A atual relação de comensalismo entre imprensa e público, na qual o público é levado a reboque pelos jornalistas, como as rêmoras e os tubarões, deveria se tornar uma relação de mutualismo, na qual os dois agentes se beneficiassem. Quem sabe, até mesmo evoluindo um dia para uma relação de simbiose. O público tem muito com que colaborar, mas as redações precisam se abrir a essa colaboração.

Jornais e micropagamentos

O ex-editor da revista Time, Walter Isaacson, recentemente deu uma palestra em que propõe o micropagamento como solução para a crise financeira do jornalismo.

Uma pessoa que deseja acessar a edição do dia de um jornal ou que é levada a um artigo interessante por meio de um link dificilmente vai pagar o preço de uma assinatura e se submeter às inconveniências dos desajeitados sistemas de pagamento atuais. Acredito que a chave para atrair renda por meio dos serviços oferecidos na rede seja estabelecer um sistema de micropagamento tão simplificado quanto aquele empregado pelo iTunes. Precisamos de algo como moedas digitais ou um sistema semelhante a um bilhete único ou uma carteira eletrônica – um sistema de interface extremamente simples que permita, por meio de um clique, as aquisições casuais de jornais, revistas, artigos, acesso a blogs ou vídeos, ao preço de US$ 0,05, US$ 0,10, US$ 0,50 ou seja quanto for que o seu autor deseje cobrar.

Concordo em gênero, número e grau. Aliás, disse exatamente a mesma coisa em um debate sobre o futuro do jornalismo na Feira do Livro de 2008.

Interessante Isaacson citar as lojas eletrônicas de música.
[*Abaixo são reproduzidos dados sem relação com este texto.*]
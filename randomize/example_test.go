package randomize_test

import (
	"fmt"

	"github.com/allotproject/allot/design"
	"github.com/allotproject/allot/randomize"
)

// Three feeds on two benches: each bench holds each feed once, in an order
// fixed by the seed. (The output agrees with
// testdata/reference/allot_pcg_v1.py, an implementation from the
// documentation.)
func ExampleAssign() {
	p := design.Plan{Title: "example", Design: design.RCBD, Factors: []design.Factor{{Name: "feed", Levels: []string{"A", "B", "C"}}},
		Reps: []int{1, 1, 1}, Blocks: 2, BlockName: "bench", Seed: 42}
	l, err := randomize.Assign(p)
	if err != nil {
		panic(err)
	}
	for _, u := range l.Units {
		fmt.Print(u.ID, ":", l.Label(u), " ")
	}
	fmt.Println()
	// Output: 101:B 102:C 103:A 201:A 202:B 203:C
}
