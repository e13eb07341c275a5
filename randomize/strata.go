package randomize

import (
	"github.com/allotproject/allot/design"

	//lint:ignore SA1019 allot-pcg-v1 is defined by this package's PCG stream; go.mod pins it
	"golang.org/x/exp/rand"
)

// subPlotStream is the stream offset of step 9's sub-plot shuffles.
const subPlotStream = 1 << 36

// assignStrata lays out block b of a split plot (step 9) or square b of a
// Latin plan (step 10), with a measurement order (step 5) when planned.
func assignStrata(p design.Plan, b int) []design.Unit {
	src := Stream(p.Seed, uint64(b))
	var units []design.Unit
	if p.Design == design.Latin {
		units = latinSquare(p, b, src)
	} else {
		units = splitPlotBlock(p, b, src)
	}
	size := len(units)
	if p.Order {
		order := make([]int, size)
		for k := range order {
			order[k] = k + 1
		}
		Shuffle(Stream(p.Seed, orderStream+uint64(b)), order)
		for k := range units {
			units[k].Order = order[k]
		}
	}
	for k := range units {
		units[k].ID = design.UnitID(b, units[k].Position, size)
	}
	return units
}

func splitPlotBlock(p design.Plan, b int, src rand.Source) []design.Unit {
	a, c, r := p.WholePlotTreatments(), p.SubPlotTreatments(), p.Reps[0]
	m := a * r
	whole := make([]int, 0, m)
	for i := 0; i < a; i++ {
		for k := 0; k < r; k++ {
			whole = append(whole, i)
		}
	}
	Shuffle(src, whole)
	units := make([]design.Unit, 0, m*c)
	sub := make([]int, c)
	for k, i := range whole {
		g := (b-1)*m + k + 1
		for j := range sub {
			sub[j] = j
		}
		Shuffle(Stream(p.Seed, subPlotStream+uint64(g)), sub)
		for j, s := range sub {
			units = append(units, design.Unit{Block: b, Position: k*c + j + 1, Treatment: i*c + s, MainPlot: g})
		}
	}
	return units
}

func latinSquare(p design.Plan, b int, src rand.Source) []design.Unit {
	t := p.NumTreatments()
	perm := func() []int {
		s := make([]int, t)
		for i := range s {
			s[i] = i
		}
		Shuffle(src, s)
		return s
	}
	rows, cols, syms := perm(), perm(), perm()
	units := make([]design.Unit, 0, t*t)
	for i := 0; i < t; i++ {
		for j := 0; j < t; j++ {
			units = append(units, design.Unit{Block: b, Position: i*t + j + 1, Row: i + 1, Col: j + 1, Treatment: syms[(rows[i]+cols[j])%t]})
		}
	}
	return units
}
Elas são a evolução de um negócio que se viu ameaçado pela livre distribuição de MP3 via Internet, tentou uma reação e finalmente chegou a um meio-termo. Bons tempos do MP3.com, quando músicas de bandas famosas se misturavam às de bandas iniciantes e era possível baixar tudo de graça e legalmente. Os jornais fizeram o contrário: começaram cobrando, depois liberaram o conteúdo e agora se vêem frente à necessidade de mudar toda uma cultura da gratuidade.

O principal ponto discutido por Isaacson é a mudança da cobrança de uma assinatura mensal para o acesso ao conteúdo por micropagamentos por leitura de unidades menores que uma edição. Assim como é preciso pensar as notícias fora da metáfora do papel para criar boas narrativas para a Web, é preciso pensar o jornal fora da metáfora da edição para chegar a um bom modelo de negócios para a Web.